Payne's son, Squier Payne, fellow of Magdalene College, Cambridge (B.A. 1694, and M.A. 1698), was son-in-law and biographer of Richard Cumberland [q. v.], bishop of Peterborough, and being made archdeacon of Stow, in the diocese of Lincoln, in 1730, held that office till 1751.

[Preface to Payne's posthumous Discourses, 1698; archives of Magdalene College, Cambridge, communicated by A. G. Peskett; Nichols's Illustr. of Lit. v. 271-6; Brit. Mus. Cat.]

G. P. M-y.

PAYNE, WILLIAM (fl. 1800), watercolour painter, who is supposed to have been a native of Devonshire, held an appointment in the engineers' department at Plymouth Dockyard, and resided at Plymouth Dock (now Devonport) till 1790, when he came to London, and took up his residence in Thornhaugh Street, Bedford Square. He was already known as a landscape-painter, having exhibited at the Incorporated Society of Artists in 1776, and at the Royal Academy since 1786. Some of his views of slate quarries at Plympton had been praised by his fellow-countryman, Sir Joshua Reynolds, the president of the Royal Academy, and others, drawn in 1788 and 1789, were engraved for Samuel Middiman's ‘Select Views in Great Britain’ (1784-92). He had hit upon certain methods which considerably increased the resources of water-colour art, especially in the rendering of sunlight and atmosphere. His 'style,' as it was called, was one which was not only new and effective, but could be learnt without much difficulty, and he soon became the most fashionable drawing-master in London.
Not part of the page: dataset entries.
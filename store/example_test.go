package store_test

import (
	"fmt"
	"math"
	"os"
	"path/filepath"
	"time"

	"github.com/gridloupe/gridloupe/metrics"
	"github.com/gridloupe/gridloupe/store"
)

// Larkfield office tower, air-handler cabinet AH-4 (invented): one 277 V
// phase voltage and its current, orders 1, 5 and 7.
func exampleSetup() *metrics.Setup {
	return &metrics.Setup{
		Channels: []metrics.Channel{
			{Name: "va", Kind: metrics.Voltage, Phase: 'a'},
			{Name: "ia", Kind: metrics.Current, Phase: 'a'},
		},
		Orders: []int{1, 5, 7}, Wiring: metrics.SinglePhase, NominalV: 277, ILA: 40,
		Pairs: []metrics.Pair{{Phase: 'a', V: 0, I: 1}}, Neutral: -1,
		VIdx: [3]int{0, -1, -1}, IIdx: [3]int{1, -1, -1},
	}
}

func exampleRecord(start time.Time) *metrics.Record {
	nan := math.NaN()
	h := func(rms ...float64) []metrics.Harmonic {
		return []metrics.Harmonic{{H: 1, RMS: rms[0], PhaseDeg: 0}, {H: 5, RMS: rms[1], PhaseDeg: -118.2}, {H: 7, RMS: rms[2], PhaseDeg: nan}}
	}
	return &metrics.Record{
		Interval: metrics.Int10min, Start: start, DurationS: 600, Samples: 6_144_000, FreqHz: 60.01,
		Channels: []metrics.ChannelValues{
			{RMS: 277.4, THDPct: 2.1, THDH50Pct: nan, TDDPct: nan, TDDH50Pct: nan, H: h(277.3, 4.2, 2.9)},
			{RMS: 31.2, THDPct: 24.5, THDH50Pct: nan, TDDPct: 18.4, TDDH50Pct: nan, H: h(30.3, 7.0, 3.8)},
		},
		Phases: []metrics.PhaseValues{{Phase: 'a', P: 8190, P1: 8150, Q1: 2100, S: 8655, PF: 0.946, DPF: 0.968}},
		Total:  metrics.TotalValues{P: 8190, Q1: 2100, S: 8655, Se: 8655, PF: 0.946, DPF: 0.968},
		UnbV:   nan, UnbI: nan,
	}
}

func Example() {
	dir, _ := os.MkdirTemp("", "gridloupe-example")
	defer os.RemoveAll(dir)
	db, err := store.Open(store.Options{Path: filepath.Join(dir, "gridloupe.db"), MaxSizeMB: 16})
	if err != nil {
		fmt.Println(err)
		return
	}
	defer db.Close()
	if err := db.SetLayout(exampleSetup()); err != nil {
		fmt.Println(err)
		return
	}
	start := time.Date(2026, 3, 1, 10, 0, 0, 0, time.UTC)
	if err := db.PutAggregates([]*metrics.Record{exampleRecord(start), exampleRecord(start.Add(10 * time.Minute))}); err != nil {
		fmt.Println(err)
		return
	}
	_ = db.Query(metrics.Int10min, start, start.Add(time.Hour), func(r *metrics.Record) error {
		ia := r.Channels[1]
		fmt.Printf("%s ia %.1f A, h5 %.1f %% (%.1f %% of IL) at %.1f°\n",
			r.Start.Format(time.RFC3339), ia.RMS, ia.H[1].Pct, ia.H[1].PctIL, ia.H[1].PhaseDeg)
		return nil
	})
	// Output:
	// 2026-03-01T10:00:00Z ia 31.2 A, h5 23.1 % (17.5 % of IL) at -118.2°
	// 2026-03-01T10:10:00Z ia 31.2 A, h5 23.1 % (17.5 % of IL) at -118.2°
}

func ExampleDB_Enqueue() {
	dir, _ := os.MkdirTemp("", "gridloupe-example")
	defer os.RemoveAll(dir)
	db, err := store.Open(store.Options{Path: filepath.Join(dir, "gridloupe.db"), MaxSizeMB: 16})
	if err != nil {
		fmt.Println(err)
		return
	}
	defer db.Close()
	db.OutboxCaps(map[store.Class]int{store.ClassTelemetry: 1})
	topic := "gridloupe/larkfield-ah4/ah4-gw1/telemetry/10min"
	seqs, _ := db.Enqueue(
		store.Message{Class: store.ClassTelemetry, Topic: topic, Payload: []byte(`{"seq":1}`)},
		store.Message{Class: store.ClassTelemetry, Topic: topic, Payload: []byte(`{"seq":2}`)},
	)
	fmt.Println("queued", seqs)
	pending, _ := db.Pending(0, 10)
	for _, m := range pending {
		fmt.Println("send", m.Seq, string(m.Payload))
		_ = db.Ack(m.Seq)
	}
	fmt.Println("telemetry lost:", db.Losses()[store.ClassTelemetry])
	// Output:
	// queued [1 2]
	// send 2 {"seq":2}
	// telemetry lost: 1
}

func ExampleOpenReadOnly() {
	dir, _ := os.MkdirTemp("", "gridloupe-example")
	defer os.RemoveAll(dir)
	path := filepath.Join(dir, "gridloupe.db")
	daemon, err := store.Open(store.Options{Path: path})
	if err != nil {
		fmt.Println(err)
		return
	}
	_, err = store.OpenReadOnly(path, 100*time.Millisecond)
	fmt.Println(err != nil)
	_ = daemon.Close()
	ro, err := store.OpenReadOnly(path, 100*time.Millisecond)
	fmt.Println(err)
	_ = ro.Close()
	// Output:
	// true
	// <nil>
}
Among the innovations with which he is credited were 'splitting the brush to give forms of foliage, dragging the tints to give texture to his foregrounds, and taking out the forms of lights by wetting the surface and rubbing with bread and rag.' He also abandoned the use of outline with the pen, but the invention by which he is best known is a neutral tint composed of indigo, raw sienna, and lake. A compound pigment called Payne's grey is still sold by artists' colourmen. His methods were regarded as tricky by the old-fashioned practicians of the day, but there is no doubt that he did much to advance the technique of water-colour painting, and was one of the first 'draughtsmen' to abandon mere topography for a more poetical treatment of landscape scenery. In 1809 he was elected an associate of the Water-colour Society, but left it on the disruption of the original society in 1812. During the four years of his connection with the society he sent seventeen drawings to their exhibitions. By this time his art had degenerated into mannerism. He was surpassed by better artists, and forgotten before he died. The date of his death is unknown; it is supposed to have been about 1815, but, according to Algernon Graves's 'Dictionary of Artists,' he was still exhibiting in 1830.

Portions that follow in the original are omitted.